# Problem to solve
Read the data, and whenever a line holds the word "measured", report that line.

[Stored data]
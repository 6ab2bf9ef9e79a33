"""Checks across files: limits against the sequence, and orderings inside one limits file.

Each file can be valid on its own and the combination still be useless: a limits condition
that no test point of the sequence reaches makes every device "invalid" *after* every shot has
fired; a limit on a metric the sequence does not capture (Eon needs the switch voltage) does
the same. :func:`check_run_files` runs before anything is energised (the runner's
``prepare``); :func:`check_bin_order` whenever a limits file is loaded. Every problem is a
:class:`~benchrun.errors.ConfigError` at ``file:line: field: message``.
"""

from __future__ import annotations

from pathlib import Path
from typing import TYPE_CHECKING, Any

from benchrun.config.loader import read_yaml
from benchrun.errors import ConfigError
from benchrun.units import format_si

if TYPE_CHECKING:
    from benchrun.config.limits import LimitsSpec
    from benchrun.config.sequence import SequenceConfig

#: Metrics measured only with a switch-voltage channel (``switch_voltage: true`` in the
#: sequence); without it the analysis gives no value and every device would grade invalid.
NEEDS_SWITCH_VOLTAGE = frozenset({"eon_J", "eon_recovery_J", "eon_ideal_J"})


def _line(lines: dict[tuple[Any, ...], int], path: tuple[Any, ...]) -> int | None:
    probe = path
    while probe:
        if probe in lines:
            return lines[probe]
        probe = probe[:-1]
    return lines.get(())


def _fail(message: str, filename: str, lines: dict[tuple[Any, ...], int],
          path: tuple[Any, ...]) -> None:
    raise ConfigError(message, file=filename, line=_line(lines, path),
                      field=".".join(str(part) for part in path) or None)


def check_bin_order(spec: LimitsSpec, filename: str,
                    lines: dict[tuple[Any, ...], int]) -> None:
    """Bin classes must be in ascending order, each one reachable.

    A device falls in the *first* class whose bounds hold its value, so a class whose upper
    bound is not above the previous one's can never be chosen (or takes devices meant for a
    later one), and a class open above (no ``max``) must come last.
    """
    if spec.bins is None:
        return
    previous_max: float | None = None
    previous_name = ""
    classes = spec.bins.classes
    for index, item in enumerate(classes):
        where = ("bins", "classes", index)
        if index > 0 and previous_max is None:
            _fail(f"class {item.name!r} follows {previous_name!r}, which has no 'max' (open "
                  "above), so it can never be chosen; list classes in ascending order",
                  filename, lines, where)
        if item.max is not None and previous_max is not None and item.max <= previous_max:
            _fail(f"class {item.name!r} (max {item.max:g}) is not above the previous class "
                  f"{previous_name!r} (max {previous_max:g}): bins are chosen in file order, "
                  "list them in ascending order", filename, lines, where)
        if item.min is not None and previous_max is not None and item.min < previous_max:
            _fail(f"class {item.name!r} (min {item.min:g}) overlaps the previous class "
                  f"{previous_name!r} (max {previous_max:g})", filename, lines, where)
        names = [c.name for c in classes[:index]]
        if item.name in names:
            _fail(f"class name {item.name!r} is used twice", filename, lines, (*where, "name"))
        previous_max, previous_name = item.max, item.name


def _point_text(point: Any) -> str:
    return (f"{point.temperature_K - 273.15:g} degC, "
            f"{format_si(point.bus_voltage_V, 'V')}, {format_si(point.forward_current_A, 'A')}")


def check_run_files(sequence: SequenceConfig, sequence_path: str | Path, limits: LimitsSpec,
                    limits_path: str | Path) -> None:
    """Check that the sequence can produce what the limits grade, before anything fires.

    Raises
    ------
    ConfigError
        A limits condition no test point of the sequence matches (by the same rule the
        grading uses, :func:`benchrun.grading.grade.point_matches`, with the limits file's
        tolerances), or a limit on a metric that needs ``switch_voltage: true``.
    """
    from benchrun.grading.grade import point_matches
    from benchrun.runner.plan import expand_points

    limits_file = str(limits_path)
    _, lines = read_yaml(limits_path)
    points = expand_points(sequence)
    for index, condition in enumerate(limits.conditions):
        if not any(point_matches(p, condition, limits.tolerances) for p in points):
            tested = "; ".join(dict.fromkeys(_point_text(p) for p in points))
            _fail(f"condition {condition.name!r} is never tested by the sequence "
                  f"{sequence_path} (it tests {tested}); every device would grade 'invalid' "
                  "after all shots had fired. Add a matching test point or remove the "
                  "condition", limits_file, lines, ("conditions", index))
    if not sequence.switch_voltage:
        for index, item in enumerate(limits.limits):
            if item.metric in NEEDS_SWITCH_VOLTAGE:
                _fail(f"{item.metric} is measured only with 'switch_voltage: true' in the "
                      f"sequence {sequence_path}, which does not capture the switch voltage",
                      limits_file, lines, ("limits", index, "metric"))
    if limits.bins is not None and not sequence.switch_voltage \
            and limits.bins.metric in NEEDS_SWITCH_VOLTAGE:
        _fail(f"{limits.bins.metric} is measured only with 'switch_voltage: true' in the "
              f"sequence {sequence_path}", limits_file, lines, ("bins", "metric"))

# Your solution
#: Metrics measured only with a switch-voltage channel (``switch_voltage: true`` in the
                _fail(f"{item.metric} is measured only with 'switch_voltage: true' in the "
        _fail(f"{limits.bins.metric} is measured only with 'switch_voltage: true' in the "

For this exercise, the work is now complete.